MATERIAL FOR THE TASK: Begin

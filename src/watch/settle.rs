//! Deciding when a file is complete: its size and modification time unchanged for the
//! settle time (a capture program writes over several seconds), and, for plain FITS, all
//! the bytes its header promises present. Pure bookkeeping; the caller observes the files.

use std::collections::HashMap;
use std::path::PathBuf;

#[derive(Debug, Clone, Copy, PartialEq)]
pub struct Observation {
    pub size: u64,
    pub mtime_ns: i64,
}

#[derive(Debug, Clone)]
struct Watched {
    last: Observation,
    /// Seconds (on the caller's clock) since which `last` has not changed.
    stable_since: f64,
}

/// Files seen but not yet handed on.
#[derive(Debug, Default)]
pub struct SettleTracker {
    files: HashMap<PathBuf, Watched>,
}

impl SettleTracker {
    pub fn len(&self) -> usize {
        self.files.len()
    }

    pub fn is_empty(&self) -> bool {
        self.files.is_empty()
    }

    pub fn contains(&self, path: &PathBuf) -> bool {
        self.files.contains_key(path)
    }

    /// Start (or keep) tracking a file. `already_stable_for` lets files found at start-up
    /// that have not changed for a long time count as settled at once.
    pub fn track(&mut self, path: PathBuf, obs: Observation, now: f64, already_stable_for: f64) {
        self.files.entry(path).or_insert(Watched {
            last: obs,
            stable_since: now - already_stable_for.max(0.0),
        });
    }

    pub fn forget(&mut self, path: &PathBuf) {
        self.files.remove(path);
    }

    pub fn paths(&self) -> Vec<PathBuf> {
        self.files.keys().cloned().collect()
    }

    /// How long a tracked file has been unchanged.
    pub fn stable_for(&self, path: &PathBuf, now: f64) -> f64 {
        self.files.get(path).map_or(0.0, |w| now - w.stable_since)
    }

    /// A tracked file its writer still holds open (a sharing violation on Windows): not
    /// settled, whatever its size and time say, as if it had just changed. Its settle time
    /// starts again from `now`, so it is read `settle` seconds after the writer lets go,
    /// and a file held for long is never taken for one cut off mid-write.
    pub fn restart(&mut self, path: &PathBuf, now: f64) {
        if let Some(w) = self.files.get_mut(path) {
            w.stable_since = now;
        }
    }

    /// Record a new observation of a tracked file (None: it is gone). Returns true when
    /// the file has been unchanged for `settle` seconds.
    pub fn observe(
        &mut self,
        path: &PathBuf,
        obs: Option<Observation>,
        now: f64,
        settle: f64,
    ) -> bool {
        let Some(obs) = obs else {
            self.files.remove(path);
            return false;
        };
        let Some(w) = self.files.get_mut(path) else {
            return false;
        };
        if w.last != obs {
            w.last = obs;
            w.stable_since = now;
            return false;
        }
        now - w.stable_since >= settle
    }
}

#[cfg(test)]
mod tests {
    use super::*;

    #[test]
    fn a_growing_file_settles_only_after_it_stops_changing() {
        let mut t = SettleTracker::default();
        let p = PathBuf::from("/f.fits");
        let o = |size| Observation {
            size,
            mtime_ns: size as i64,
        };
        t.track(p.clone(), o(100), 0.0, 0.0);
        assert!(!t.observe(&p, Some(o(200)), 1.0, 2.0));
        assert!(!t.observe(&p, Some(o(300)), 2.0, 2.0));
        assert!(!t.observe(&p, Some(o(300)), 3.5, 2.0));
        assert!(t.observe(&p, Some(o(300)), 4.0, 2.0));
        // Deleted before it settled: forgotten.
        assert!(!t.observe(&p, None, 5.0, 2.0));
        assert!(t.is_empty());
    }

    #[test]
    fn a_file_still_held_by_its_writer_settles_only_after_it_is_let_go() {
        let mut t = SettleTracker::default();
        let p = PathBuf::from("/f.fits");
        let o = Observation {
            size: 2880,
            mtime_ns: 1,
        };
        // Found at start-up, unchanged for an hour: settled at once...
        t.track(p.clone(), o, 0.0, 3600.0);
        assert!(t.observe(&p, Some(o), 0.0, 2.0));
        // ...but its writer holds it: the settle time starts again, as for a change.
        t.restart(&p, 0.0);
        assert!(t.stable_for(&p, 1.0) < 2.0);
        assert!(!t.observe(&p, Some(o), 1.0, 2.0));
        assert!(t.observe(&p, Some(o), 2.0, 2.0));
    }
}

MATERIAL FOR THE TASK: End
MATERIAL FOR THE TASK: Begin

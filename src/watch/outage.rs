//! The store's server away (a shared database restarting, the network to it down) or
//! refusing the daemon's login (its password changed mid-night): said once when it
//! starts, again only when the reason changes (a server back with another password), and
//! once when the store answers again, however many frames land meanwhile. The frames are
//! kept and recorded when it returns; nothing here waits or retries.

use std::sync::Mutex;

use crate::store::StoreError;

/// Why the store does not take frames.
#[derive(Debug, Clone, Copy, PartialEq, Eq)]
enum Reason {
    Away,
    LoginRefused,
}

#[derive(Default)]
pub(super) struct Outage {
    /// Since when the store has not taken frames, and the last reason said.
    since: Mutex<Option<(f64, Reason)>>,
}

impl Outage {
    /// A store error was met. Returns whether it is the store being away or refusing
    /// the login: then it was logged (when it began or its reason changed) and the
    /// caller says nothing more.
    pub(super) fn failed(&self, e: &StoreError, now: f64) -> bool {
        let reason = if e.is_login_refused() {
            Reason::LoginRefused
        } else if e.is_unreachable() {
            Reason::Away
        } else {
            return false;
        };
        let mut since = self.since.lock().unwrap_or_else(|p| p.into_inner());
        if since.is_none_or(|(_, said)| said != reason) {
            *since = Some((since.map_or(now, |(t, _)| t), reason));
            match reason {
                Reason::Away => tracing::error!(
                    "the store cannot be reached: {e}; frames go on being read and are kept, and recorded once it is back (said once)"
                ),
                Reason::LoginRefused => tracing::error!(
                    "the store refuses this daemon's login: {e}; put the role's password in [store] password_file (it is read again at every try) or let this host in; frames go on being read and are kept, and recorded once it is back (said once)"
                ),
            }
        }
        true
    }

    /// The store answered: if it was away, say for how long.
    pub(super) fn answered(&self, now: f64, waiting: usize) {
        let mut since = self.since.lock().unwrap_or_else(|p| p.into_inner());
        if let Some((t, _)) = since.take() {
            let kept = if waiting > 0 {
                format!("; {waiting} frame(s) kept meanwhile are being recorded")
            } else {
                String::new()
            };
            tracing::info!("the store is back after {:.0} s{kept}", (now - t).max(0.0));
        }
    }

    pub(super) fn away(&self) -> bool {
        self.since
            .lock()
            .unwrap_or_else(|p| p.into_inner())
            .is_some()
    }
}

MATERIAL FOR THE TASK: End
MATERIAL FOR THE TASK: Begin

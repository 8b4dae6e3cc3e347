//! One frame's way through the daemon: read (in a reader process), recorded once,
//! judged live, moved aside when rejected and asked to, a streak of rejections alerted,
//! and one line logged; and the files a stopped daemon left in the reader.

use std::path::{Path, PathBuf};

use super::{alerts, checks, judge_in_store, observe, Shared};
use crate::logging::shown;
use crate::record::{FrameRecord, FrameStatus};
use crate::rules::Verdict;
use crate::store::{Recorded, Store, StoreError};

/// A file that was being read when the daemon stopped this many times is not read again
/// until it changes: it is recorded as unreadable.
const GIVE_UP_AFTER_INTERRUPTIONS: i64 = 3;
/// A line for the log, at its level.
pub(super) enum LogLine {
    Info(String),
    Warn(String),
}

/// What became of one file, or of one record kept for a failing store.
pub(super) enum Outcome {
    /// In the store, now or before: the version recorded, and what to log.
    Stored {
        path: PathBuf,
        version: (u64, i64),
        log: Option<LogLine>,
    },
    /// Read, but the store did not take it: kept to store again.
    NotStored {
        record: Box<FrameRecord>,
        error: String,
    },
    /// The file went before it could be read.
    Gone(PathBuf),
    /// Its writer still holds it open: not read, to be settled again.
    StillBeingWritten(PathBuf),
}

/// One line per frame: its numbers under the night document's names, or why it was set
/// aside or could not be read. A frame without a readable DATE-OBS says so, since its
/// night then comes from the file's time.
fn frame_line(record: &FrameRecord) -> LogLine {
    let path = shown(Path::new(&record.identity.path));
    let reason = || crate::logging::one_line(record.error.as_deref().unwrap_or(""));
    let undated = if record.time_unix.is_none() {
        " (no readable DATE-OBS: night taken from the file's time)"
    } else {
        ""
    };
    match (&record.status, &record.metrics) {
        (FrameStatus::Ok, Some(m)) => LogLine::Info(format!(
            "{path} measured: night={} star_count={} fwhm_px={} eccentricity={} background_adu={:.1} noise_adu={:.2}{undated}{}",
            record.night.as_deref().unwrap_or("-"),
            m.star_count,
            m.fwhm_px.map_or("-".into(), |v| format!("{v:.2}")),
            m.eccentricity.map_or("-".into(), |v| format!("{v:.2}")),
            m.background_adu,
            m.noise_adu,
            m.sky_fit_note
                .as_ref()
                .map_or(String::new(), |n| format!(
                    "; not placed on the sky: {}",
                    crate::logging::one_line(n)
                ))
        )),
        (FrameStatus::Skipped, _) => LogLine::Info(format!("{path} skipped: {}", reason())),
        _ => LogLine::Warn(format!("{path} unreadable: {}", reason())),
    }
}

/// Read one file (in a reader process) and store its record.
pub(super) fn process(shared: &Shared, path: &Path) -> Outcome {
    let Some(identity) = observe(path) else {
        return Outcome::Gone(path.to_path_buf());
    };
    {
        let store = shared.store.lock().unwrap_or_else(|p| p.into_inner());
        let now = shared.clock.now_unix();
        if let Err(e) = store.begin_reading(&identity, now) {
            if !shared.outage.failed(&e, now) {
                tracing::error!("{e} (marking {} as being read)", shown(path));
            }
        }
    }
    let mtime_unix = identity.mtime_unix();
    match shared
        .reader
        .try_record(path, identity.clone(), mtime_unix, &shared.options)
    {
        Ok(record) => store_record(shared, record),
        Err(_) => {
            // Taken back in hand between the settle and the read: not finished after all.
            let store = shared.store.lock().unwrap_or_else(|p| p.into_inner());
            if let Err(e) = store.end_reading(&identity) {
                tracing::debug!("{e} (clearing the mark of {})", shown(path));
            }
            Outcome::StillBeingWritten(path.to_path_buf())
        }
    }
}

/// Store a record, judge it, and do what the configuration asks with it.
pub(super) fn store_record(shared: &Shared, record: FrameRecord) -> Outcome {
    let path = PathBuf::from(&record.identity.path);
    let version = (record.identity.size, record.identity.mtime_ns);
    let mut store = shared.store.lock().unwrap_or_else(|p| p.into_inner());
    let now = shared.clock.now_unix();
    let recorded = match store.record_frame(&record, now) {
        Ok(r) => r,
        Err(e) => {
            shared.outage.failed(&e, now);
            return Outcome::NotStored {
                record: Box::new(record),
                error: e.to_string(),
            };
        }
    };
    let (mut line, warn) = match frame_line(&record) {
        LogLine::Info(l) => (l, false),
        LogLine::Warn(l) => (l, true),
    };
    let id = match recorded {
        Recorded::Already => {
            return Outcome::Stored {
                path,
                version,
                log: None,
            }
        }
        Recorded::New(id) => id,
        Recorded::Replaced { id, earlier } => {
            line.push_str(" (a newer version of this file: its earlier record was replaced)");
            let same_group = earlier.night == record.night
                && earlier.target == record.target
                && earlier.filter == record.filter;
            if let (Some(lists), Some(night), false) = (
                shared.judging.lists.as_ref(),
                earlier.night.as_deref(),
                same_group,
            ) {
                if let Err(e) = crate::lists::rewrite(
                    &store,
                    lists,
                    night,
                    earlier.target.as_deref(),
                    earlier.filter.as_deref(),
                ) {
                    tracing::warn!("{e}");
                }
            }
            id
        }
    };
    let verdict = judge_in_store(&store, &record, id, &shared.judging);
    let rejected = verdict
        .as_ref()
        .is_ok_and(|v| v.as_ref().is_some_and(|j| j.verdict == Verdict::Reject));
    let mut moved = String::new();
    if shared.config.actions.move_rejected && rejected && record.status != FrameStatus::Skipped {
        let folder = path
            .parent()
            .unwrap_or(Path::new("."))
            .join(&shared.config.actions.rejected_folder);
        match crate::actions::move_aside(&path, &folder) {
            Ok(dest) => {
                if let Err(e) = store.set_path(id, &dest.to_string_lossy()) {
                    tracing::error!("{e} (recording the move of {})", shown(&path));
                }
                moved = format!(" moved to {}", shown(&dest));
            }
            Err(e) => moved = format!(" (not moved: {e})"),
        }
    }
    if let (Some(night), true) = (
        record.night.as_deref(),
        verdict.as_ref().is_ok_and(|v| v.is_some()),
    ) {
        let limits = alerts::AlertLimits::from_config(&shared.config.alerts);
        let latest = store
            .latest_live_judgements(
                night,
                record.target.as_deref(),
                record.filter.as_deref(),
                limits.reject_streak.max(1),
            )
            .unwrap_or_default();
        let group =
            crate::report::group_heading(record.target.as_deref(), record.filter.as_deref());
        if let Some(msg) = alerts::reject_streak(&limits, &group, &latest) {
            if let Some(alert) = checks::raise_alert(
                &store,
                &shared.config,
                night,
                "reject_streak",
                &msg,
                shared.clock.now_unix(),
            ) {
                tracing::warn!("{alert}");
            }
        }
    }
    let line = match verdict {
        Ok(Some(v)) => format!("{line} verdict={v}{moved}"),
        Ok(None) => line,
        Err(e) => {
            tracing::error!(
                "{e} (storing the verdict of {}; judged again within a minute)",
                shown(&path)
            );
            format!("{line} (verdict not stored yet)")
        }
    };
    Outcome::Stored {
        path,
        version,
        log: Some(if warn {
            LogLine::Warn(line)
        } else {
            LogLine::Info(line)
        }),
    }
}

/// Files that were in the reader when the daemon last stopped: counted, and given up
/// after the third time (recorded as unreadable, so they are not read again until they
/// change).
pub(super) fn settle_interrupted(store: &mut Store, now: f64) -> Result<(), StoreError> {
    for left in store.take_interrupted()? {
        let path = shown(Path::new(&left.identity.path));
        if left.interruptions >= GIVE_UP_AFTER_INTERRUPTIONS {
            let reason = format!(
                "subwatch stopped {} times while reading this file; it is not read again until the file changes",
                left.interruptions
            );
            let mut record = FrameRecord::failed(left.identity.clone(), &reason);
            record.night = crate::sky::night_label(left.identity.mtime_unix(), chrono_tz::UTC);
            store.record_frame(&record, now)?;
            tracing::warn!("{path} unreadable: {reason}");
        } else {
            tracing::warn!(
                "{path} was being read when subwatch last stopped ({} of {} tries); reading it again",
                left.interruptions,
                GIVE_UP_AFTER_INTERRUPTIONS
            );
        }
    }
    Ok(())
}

MATERIAL FOR THE TASK: End

* _ABOUT THIS TASK_
Out of the data above, set down the lines from the one with "pub fn len(&self)" to the one with "pub fn track(&mut", both included, exactly as written and with no additions.

* _SOLUTION TO THIS EXERCISE_
    pub fn len(&self) -> usize {
        self.files.len()
    }

    pub fn is_empty(&self) -> bool {
        self.files.is_empty()
    }

    pub fn contains(&self, path: &PathBuf) -> bool {
        self.files.contains_key(path)
    }

    /// Start (or keep) tracking a file. `already_stable_for` lets files found at start-up
    /// that have not changed for a long time count as settled at once.
    pub fn track(&mut self, path: PathBuf, obs: Observation, now: f64, already_stable_for: f64) {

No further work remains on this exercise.